As nimbly as Robinson navigates the tone of the material, there’s no getting past the fact that too many scary moments are punctuated with LOUD NOISES instead of inventive filmmaking. There are multiple occasions when the Fisherman simply appears out of nowhere right behind a character, and there’s more than one moment where a kindly hand on someone’s shoulder is accompanied with a slam that sounds like a garbage truck dropped off of the Empire State building. To give the filmmakers just a bit of leeway, the killer was a shape-shifting teleporter in the original one as well, but in any era the killer’s aptitude for instantaneous cleanup of forensic evidence is nothing short of magical, even with Southport’s buffoonish police force on the case.
As a person who’s fully unable to tell how old any person of any age is, Cline and Wonders deliver performances with effective and believable emotionality, but by the end of the film it’s hard to tell if these are full-fledged graduates making their way in the professional world or people who just got out of high school. The answer to that question is further complicated by some pivotal relationships that seem to be tethered to primary school drama, even as they drink and smoke like, well, grown-ups. The broad-chested Spencer’s casting seems almost like a do-over for casting Ryan Philippe in the ’97 film (who was significantly smaller than the hulking football qb in the script), but he carries the same energy as an actor like Billy Magnusson, more clever than smart but carrying around a sense of entitlement that forces viewers to choose between wanting him to die and hating to love him.
As actors, Hewitt and Prinze are ill-equipped to provide the gravitas needed to offset the younger characters’ petulant desperation, but it oddly serves Julie and Ray’s inability to move on from the events of the first film. Hewitt in particular captures Julie’s determination to strike first when a scenario arises like the one she was involved in decades ago, especially one where she risks nothing. Meanwhile, Prinze delivers a couple of powerhouse speeches that ultimately fizzle as a consequence of what the script asks of Ray.

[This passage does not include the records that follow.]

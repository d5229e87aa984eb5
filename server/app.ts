import { OPEN_PAGE_PATH } from '#shared/contracts/open-page-path.js';
import compression from 'compression';
import express, { type Express } from 'express';
import helmet from 'helmet';
import { randomUUID } from 'node:crypto';
import path from 'node:path';
import { pinoHttp } from 'pino-http';
import { onCommittedWrite } from './db/committed-writes.js';
import { afterDeathRoutes } from './features/after-death/after-death.routes.js';
import { AfterDeathService } from './features/after-death/after-death.service.js';
import { airRoutes } from './features/air/air.routes.js';
import { AirService } from './features/air/air.service.js';
import { AttachmentFilesService } from './features/attachments/attachment-files.service.js';
import { ListedMediaService } from './features/attachments/listed-media.service.js';
import { ReturningMediaService } from './features/attachments/returning-media.service.js';
import { AttachmentReadingService } from './features/attachments/attachment-reading.service.js';
import { AttachmentWordsService } from './features/attachments/attachment-words.service.js';
import { attachmentsRoutes } from './features/attachments/attachments.routes.js';
import { AttachmentsService } from './features/attachments/attachments.service.js';
import { ProofsService } from './features/attachments/proofs.service.js';
import { AuditListService } from './features/audit/audit-list.service.js';
import { auditRoutes } from './features/audit/audit.routes.js';
import { calendarsRoutes } from './features/calendars/calendars.routes.js';
import { CalendarsService } from './features/calendars/calendars.service.js';
import { DraftGlanceService } from './features/calendars/draft-glance.service.js';
import { EntriesService } from './features/calendars/entries.service.js';
import { SkyDatesService } from './features/calendars/sky-dates.service.js';
import { ConsentCardService } from './features/consents/consent-card.service.js';
import { consentsRoutes } from './features/consents/consents.routes.js';
import { ConsentsService } from './features/consents/consents.service.js';
import { driftRoutes } from './features/drift/drift.routes.js';
import { DriftService } from './features/drift/drift.service.js';
import { exportsRoutes } from './features/exports/exports.routes.js';
import { ExportsService } from './features/exports/exports.service.js';
import { FeedsService } from './features/exports/feeds.service.js';
import { finderRoutes } from './features/finder/finder.routes.js';
import { FinderService } from './features/finder/finder.service.js';
import { CarriedMediaService } from './features/imports/carried-media.service.js';
import { CopyingService } from './features/imports/copying.service.js';
import { FileImportService } from './features/imports/file-import.service.js';
import { TableImportService } from './features/imports/table-import.service.js';
import { importsRoutes } from './features/imports/imports.routes.js';
import { openPageServices } from './features/open-page/open-page-services.js';
import { openPageRoutes } from './features/open-page/open-page.routes.js';
import { LetterChoicesService } from './features/letters/letter-choices.service.js';
import { LetterPlannerService } from './features/letters/letter-planner.service.js';
import { LetterRounds } from './features/letters/letter-rounds.service.js';
import { LetterSenderService } from './features/letters/letter-sender.service.js';
import { LetterWriterService } from './features/letters/letter-writer.service.js';
import { lettersRoutes } from './features/letters/letters.routes.js';
import { LettersService } from './features/letters/letters.service.js';
import { CommunitiesService } from './features/people/communities.service.js';
import { peopleRoutes } from './features/people/people.routes.js';
import { PeopleService } from './features/people/people.service.js';
import { weatherRoutes } from './features/weather/weather.routes.js';
import { WeatherService } from './features/weather/weather.service.js';
import { wordListsRoutes } from './features/word-lists/word-lists.routes.js';
import { WordListsService } from './features/word-lists/word-lists.service.js';
import { signsRoutes } from './features/signs/signs.routes.js';
import { OwnSightingsService } from './features/signs/own-sightings.service.js';
import { SignsService } from './features/signs/signs.service.js';
import { figuresRoutes } from './features/figures/figures.routes.js';
import { FiguresService } from './features/figures/figures.service.js';
import { helpingRoutes } from './features/helping/helping.routes.js';
import { HelpingService } from './features/helping/helping.service.js';
import { healthRoutes } from './features/health/health.routes.js';
import { HealthService } from './features/health/health.service.js';
import { notesRoutes } from './features/notes/notes.routes.js';
import { NotesService } from './features/notes/notes.service.js';
import { moonsRoutes } from './features/moons/moons.routes.js';
import { MoonsService } from './features/moons/moons.service.js';
import { seasonReviewsRoutes } from './features/season-reviews/season-reviews.routes.js';
import { SeasonReviewsService } from './features/season-reviews/season-reviews.service.js';
import { SeasonTasksService } from './features/season-reviews/season-tasks.service.js';
import { SeasonWordsService } from './features/season-reviews/season-words.service.js';
import { rolloversRoutes } from './features/rollovers/rollovers.routes.js';
import { RolloversService } from './features/rollovers/rollovers.service.js';
import { AnswersService } from './features/reviews/answers.service.js';
import { OwnAnswersService } from './features/reviews/own-answers.service.js';
import { reviewsRoutes } from './features/reviews/reviews.routes.js';
import { MeetingsService } from './features/reviews/meetings.service.js';
import { SigningService } from './features/reviews/signing.service.js';
import { LookCardService } from './features/look/look-card.service.js';
import { LookSeasonService } from './features/look/look-season.service.js';
import { lookRoutes } from './features/look/look.routes.js';
import { LookService } from './features/look/look.service.js';
import { placesRoutes } from './features/places/places.routes.js';
import { PlacesService } from './features/places/places.service.js';
import { LeavingService } from './features/privacy/leaving.service.js';
import { OwnDataService } from './features/privacy/own-data.service.js';
import { privacyRoutes } from './features/privacy/privacy.routes.js';
import { DevicesService } from './features/session/devices.service.js';
import { createPassport } from './features/session/passport.js';
import { sessionRoutes } from './features/session/session.routes.js';
import { SessionService } from './features/session/session.service.js';
import { erasersOf } from './features/withdrawals/erasers.service.js';
import { ItemStatesService } from './features/withdrawals/item-states.service.js';
import { WithdrawalsService } from './features/withdrawals/withdrawals.service.js';
import { withdrawalsRoutes } from './features/withdrawals/withdrawals.routes.js';
import type { WithdrawalList } from './storage/withdrawal-list.js';
import { actualDaysRoutes } from './features/actual-days/actual-days.routes.js';
import { ActualDaysService } from './features/actual-days/actual-days.service.js';
import { variantsRoutes } from './features/variants/variants.routes.js';
import { VariantsService } from './features/variants/variants.service.js';
import { GroupsService } from './features/sharing/groups.service.js';
import { ItemSharingService } from './features/sharing/item-sharing.service.js';
import { sharingRoutes } from './features/sharing/sharing.routes.js';
import { sheetsRoutes } from './features/sheets/sheets.routes.js';
import { ReadBackService } from './features/sheets/read-back.service.js';
import { SheetsService } from './features/sheets/sheets.service.js';
import { SkyMarkerYearsService } from './features/sky-markers/sky-marker-years.service.js';
import { skyMarkersRoutes } from './features/sky-markers/sky-markers.routes.js';
import { SkyMarkersService } from './features/sky-markers/sky-markers.service.js';
import { SkyYearsService } from './features/stars/sky-years.service.js';
import { SkylineEffectsService } from './features/stars/skyline-effects.service.js';
import { starsRoutes } from './features/stars/stars.routes.js';
import { StarsService } from './features/stars/stars.service.js';
import { ComingMarkersService } from './features/today/coming-markers.service.js';
import { todayRoutes } from './features/today/today.routes.js';
import { TodayService } from './features/today/today.service.js';
import { WaitingService } from './features/today/waiting.service.js';
import { CardPrintService } from './features/cards/card-print.service.js';
import { CardSignInService } from './features/cards/card-sign-in.service.js';
import { cardsRoutes } from './features/cards/cards.routes.js';
import { CardsService } from './features/cards/cards.service.js';
import { ComparisonService } from './features/versions/comparison.service.js';
import { decadesRoutes } from './features/decades/decades.routes.js';
import { DecadesService } from './features/decades/decades.service.js';
import { TodaysEngineService } from './features/versions/todays-engine.service.js';
import { RestoringService } from './features/versions/restoring.service.js';
import { WhyMovedService } from './features/versions/why-moved.service.js';
import { FrozenContentService } from './features/versions/frozen-content.service.js';
import { PublishingService } from './features/versions/publishing.service.js';
import { versionsRoutes } from './features/versions/versions.routes.js';
import { VersionsService } from './features/versions/versions.service.js';
import type { AppContext } from './http/context.js';
import { csrfProtection } from './http/csrf.js';
import { BODY_LIMIT } from './http/limits.js';
import { Mount } from './http/mount.js';
import { nothingHere, problemHandler } from './http/problem-handler.js';
import { sessions } from './http/session.js';
import { inboxPage } from './mail/inbox-page.js';
import type { DevInbox } from './mail/inbox.js';
import type { Mailer } from './mail/mailer.js';
import type { FileScan } from './storage/file-scan.js';
import type { FileStore } from './storage/file-store.js';
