import type { Village } from './calendar-api.js';
import type { Askable } from './every-endpoint.js';

/** What every endpoint is asked about one entry of a village: in its calendar, its first version and the next year's draft. */
export function askableAbout(about: {
  village: Village;
  calendarId: string;
  rolledId: string;
  itemId: string;
  feedKey: string;
  openKey: string;
}): Askable {
  const { village, calendarId, rolledId, itemId, feedKey, openKey } = about;
  return {
    only: {
      readRollover: { calendarId: [rolledId] },
      listSeasonTasks: { calendarId: [rolledId] },
      listEntries: { calendarId: [calendarId, rolledId] },
    },
    params: {
      communityId: [village.officer.communityId],
      placeId: [village.placeId],
      calendarId: [calendarId],
      entryId: [itemId],
      number: ['1', 'draft'],
      figureId: [itemId],
      markerKey: ['pleiades'],
      itemType: ['entry'],
      itemId: [itemId],
      groupId: [itemId],
      personId: [village.elder.personId],
      deviceId: ['0'.repeat(64)],
      attachmentId: [itemId],
      part: ['1'],
      withdrawalId: [itemId],
      consentId: [itemId],
      noteId: [itemId],
      cardId: [itemId],
      variantId: [itemId],
    },
    queries: {
      compareVersions: ['?from=1&to=draft'],
      readLongLook: ['?from=2027&years=1&number=1', '?from=2027&years=1&number=draft'],
      readFeed: [`?key=${feedKey}`],
      readOpenPage: [`?key=${openKey}`],
      listAttachments: [`?subjectType=entry&subjectId=${itemId}`],
      listAuditEvents: ['?limit=200'],
      printSheet: ['?layout=month-cards'],
      readSheet: ['?layout=year-board'],
    },
  };
}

Yet without belaboring the film’s central metaphor — sometimes it’s best not to dredge up the past — I Know What You Did Last Summer abets itself by pretty much being exactly as middling and perfunctory as its predecessor. Is delivering exactly what you expect a good or bad thing? If there are full-throated fans of the original, one supposes they would say yes, but everyone else may feel that this series wasn’t worth returning to, so many summers later.